__What you will do__. From the records below, output exactly the lines running from the line containing "tw = lw + sw" through the line containing "def initial_parameter(mag0: np.ndarray)", and no others.

════════

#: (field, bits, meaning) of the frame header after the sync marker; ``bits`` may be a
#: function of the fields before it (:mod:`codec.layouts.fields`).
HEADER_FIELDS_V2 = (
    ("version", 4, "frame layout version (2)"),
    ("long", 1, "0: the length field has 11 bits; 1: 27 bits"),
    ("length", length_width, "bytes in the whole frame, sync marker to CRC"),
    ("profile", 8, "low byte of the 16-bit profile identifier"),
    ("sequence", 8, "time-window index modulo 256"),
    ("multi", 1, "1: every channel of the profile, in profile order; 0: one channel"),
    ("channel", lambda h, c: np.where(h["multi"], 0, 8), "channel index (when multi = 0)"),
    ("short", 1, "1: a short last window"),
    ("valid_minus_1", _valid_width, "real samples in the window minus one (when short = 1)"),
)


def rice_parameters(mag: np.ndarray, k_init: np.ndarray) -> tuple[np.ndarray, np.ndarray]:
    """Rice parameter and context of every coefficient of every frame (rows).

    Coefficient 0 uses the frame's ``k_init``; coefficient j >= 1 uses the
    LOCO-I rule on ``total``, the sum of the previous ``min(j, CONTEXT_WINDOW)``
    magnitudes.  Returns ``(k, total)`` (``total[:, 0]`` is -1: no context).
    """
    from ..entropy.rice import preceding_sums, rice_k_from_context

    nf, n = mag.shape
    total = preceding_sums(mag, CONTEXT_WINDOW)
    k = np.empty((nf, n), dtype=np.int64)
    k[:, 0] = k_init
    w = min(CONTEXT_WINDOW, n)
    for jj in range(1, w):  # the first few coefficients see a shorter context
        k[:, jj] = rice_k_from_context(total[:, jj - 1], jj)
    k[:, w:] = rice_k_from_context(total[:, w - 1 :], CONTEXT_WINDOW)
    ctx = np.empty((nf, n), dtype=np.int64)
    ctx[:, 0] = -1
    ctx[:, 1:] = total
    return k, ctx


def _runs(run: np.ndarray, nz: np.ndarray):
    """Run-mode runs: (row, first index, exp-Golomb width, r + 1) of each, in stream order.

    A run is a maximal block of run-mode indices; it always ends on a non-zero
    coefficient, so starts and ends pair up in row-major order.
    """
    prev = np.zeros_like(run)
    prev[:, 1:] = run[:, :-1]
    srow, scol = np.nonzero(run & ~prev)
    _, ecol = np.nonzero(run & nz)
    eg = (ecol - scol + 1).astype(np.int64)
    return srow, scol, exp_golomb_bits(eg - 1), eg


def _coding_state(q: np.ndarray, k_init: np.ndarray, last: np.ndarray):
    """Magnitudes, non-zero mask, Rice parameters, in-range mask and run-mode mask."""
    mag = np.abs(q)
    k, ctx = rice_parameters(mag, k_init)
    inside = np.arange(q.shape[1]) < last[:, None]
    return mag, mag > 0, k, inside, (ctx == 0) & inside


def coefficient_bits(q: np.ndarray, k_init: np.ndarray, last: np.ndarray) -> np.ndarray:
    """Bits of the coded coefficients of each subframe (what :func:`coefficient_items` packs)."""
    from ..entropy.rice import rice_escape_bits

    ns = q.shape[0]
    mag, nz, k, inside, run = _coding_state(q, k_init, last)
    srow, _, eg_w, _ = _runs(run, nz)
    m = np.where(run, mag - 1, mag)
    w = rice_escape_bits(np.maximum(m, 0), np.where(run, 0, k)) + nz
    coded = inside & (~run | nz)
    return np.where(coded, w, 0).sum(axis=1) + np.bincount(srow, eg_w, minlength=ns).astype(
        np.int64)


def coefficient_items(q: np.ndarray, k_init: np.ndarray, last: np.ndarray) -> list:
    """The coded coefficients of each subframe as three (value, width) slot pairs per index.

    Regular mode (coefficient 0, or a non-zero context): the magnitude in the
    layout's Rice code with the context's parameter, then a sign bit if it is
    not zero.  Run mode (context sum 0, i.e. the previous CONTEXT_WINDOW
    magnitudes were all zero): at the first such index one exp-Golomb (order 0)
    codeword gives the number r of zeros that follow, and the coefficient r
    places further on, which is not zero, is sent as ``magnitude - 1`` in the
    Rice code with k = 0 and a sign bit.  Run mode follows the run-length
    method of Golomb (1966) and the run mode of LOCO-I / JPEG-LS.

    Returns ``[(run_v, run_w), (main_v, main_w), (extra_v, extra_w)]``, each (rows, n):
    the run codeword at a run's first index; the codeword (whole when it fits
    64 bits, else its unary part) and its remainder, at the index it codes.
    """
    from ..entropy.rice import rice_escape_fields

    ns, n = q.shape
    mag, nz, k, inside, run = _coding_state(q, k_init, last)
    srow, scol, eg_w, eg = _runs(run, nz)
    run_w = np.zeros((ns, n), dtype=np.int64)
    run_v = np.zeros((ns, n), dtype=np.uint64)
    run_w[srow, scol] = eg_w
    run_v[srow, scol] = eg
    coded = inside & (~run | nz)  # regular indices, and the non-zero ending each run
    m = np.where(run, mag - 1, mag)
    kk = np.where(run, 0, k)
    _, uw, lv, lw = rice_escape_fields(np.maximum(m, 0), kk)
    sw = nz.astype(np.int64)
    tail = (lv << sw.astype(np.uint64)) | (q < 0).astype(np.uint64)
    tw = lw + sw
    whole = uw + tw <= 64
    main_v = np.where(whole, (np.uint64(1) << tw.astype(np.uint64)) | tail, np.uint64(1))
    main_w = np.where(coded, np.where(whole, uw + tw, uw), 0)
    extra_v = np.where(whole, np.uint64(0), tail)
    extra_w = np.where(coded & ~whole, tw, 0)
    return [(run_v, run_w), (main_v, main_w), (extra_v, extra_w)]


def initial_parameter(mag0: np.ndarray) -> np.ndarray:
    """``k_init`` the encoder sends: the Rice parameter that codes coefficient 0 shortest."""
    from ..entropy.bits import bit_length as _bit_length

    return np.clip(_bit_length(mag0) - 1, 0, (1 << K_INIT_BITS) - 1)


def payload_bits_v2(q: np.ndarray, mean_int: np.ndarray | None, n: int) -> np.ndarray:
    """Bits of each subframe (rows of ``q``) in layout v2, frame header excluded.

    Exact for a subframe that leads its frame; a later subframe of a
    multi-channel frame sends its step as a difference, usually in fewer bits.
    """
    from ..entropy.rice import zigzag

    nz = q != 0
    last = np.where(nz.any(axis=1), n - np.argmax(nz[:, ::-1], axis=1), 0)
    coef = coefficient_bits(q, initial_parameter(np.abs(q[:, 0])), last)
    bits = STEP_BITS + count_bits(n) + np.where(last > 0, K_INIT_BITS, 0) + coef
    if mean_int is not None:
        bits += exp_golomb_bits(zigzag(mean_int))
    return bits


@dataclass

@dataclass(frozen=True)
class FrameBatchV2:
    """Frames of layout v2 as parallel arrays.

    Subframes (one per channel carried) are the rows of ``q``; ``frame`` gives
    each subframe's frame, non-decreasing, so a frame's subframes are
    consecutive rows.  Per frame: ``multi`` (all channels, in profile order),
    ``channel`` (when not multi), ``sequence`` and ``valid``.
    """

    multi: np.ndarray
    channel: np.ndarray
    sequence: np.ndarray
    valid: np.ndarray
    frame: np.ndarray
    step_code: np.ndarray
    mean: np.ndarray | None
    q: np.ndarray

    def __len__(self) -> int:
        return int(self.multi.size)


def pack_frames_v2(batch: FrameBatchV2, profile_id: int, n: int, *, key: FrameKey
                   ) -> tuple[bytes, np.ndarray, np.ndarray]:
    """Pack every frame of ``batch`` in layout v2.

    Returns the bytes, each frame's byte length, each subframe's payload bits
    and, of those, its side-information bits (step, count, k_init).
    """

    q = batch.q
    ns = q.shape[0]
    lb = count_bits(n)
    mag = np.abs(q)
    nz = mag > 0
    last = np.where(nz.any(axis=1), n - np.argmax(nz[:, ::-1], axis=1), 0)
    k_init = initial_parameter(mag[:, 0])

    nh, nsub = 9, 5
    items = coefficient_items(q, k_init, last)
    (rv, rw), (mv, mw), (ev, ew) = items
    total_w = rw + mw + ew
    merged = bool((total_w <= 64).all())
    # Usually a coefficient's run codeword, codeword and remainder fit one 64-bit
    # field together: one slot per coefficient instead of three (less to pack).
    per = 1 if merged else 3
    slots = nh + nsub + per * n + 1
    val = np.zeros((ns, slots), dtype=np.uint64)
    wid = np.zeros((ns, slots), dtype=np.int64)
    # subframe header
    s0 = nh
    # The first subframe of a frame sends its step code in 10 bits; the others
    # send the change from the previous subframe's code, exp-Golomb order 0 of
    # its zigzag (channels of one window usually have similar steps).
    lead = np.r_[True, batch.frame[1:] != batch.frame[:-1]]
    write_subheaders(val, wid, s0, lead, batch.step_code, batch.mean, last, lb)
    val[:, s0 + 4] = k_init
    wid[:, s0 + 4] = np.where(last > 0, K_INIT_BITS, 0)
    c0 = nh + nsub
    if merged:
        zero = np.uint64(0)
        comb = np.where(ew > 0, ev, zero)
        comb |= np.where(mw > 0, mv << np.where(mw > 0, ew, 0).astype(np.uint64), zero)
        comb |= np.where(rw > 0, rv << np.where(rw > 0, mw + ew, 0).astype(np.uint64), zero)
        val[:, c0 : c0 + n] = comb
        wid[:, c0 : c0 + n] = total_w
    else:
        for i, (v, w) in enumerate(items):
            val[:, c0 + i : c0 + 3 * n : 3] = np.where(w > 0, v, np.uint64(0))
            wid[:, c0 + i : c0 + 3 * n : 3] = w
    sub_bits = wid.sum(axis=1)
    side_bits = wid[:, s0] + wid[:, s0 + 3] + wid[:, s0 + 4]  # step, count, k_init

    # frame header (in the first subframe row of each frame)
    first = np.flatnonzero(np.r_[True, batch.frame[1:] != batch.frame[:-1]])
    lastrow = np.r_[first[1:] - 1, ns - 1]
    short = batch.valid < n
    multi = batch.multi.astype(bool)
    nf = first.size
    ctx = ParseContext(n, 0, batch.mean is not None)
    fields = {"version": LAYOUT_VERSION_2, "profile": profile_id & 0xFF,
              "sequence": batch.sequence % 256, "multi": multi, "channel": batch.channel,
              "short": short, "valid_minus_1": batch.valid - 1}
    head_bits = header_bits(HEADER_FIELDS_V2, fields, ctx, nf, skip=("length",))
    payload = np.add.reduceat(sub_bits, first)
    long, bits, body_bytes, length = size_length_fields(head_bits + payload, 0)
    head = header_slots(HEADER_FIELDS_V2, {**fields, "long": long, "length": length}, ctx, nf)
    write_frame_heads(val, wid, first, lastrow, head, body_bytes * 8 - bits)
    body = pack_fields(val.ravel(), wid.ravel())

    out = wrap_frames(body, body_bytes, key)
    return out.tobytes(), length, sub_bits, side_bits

════════

__Task response__.
    tw = lw + sw
    whole = uw + tw <= 64
    main_v = np.where(whole, (np.uint64(1) << tw.astype(np.uint64)) | tail, np.uint64(1))
    main_w = np.where(coded, np.where(whole, uw + tw, uw), 0)
    extra_v = np.where(whole, np.uint64(0), tail)
    extra_w = np.where(coded & ~whole, tw, 0)
    return [(run_v, run_w), (main_v, main_w), (extra_v, extra_w)]


def initial_parameter(mag0: np.ndarray) -> np.ndarray:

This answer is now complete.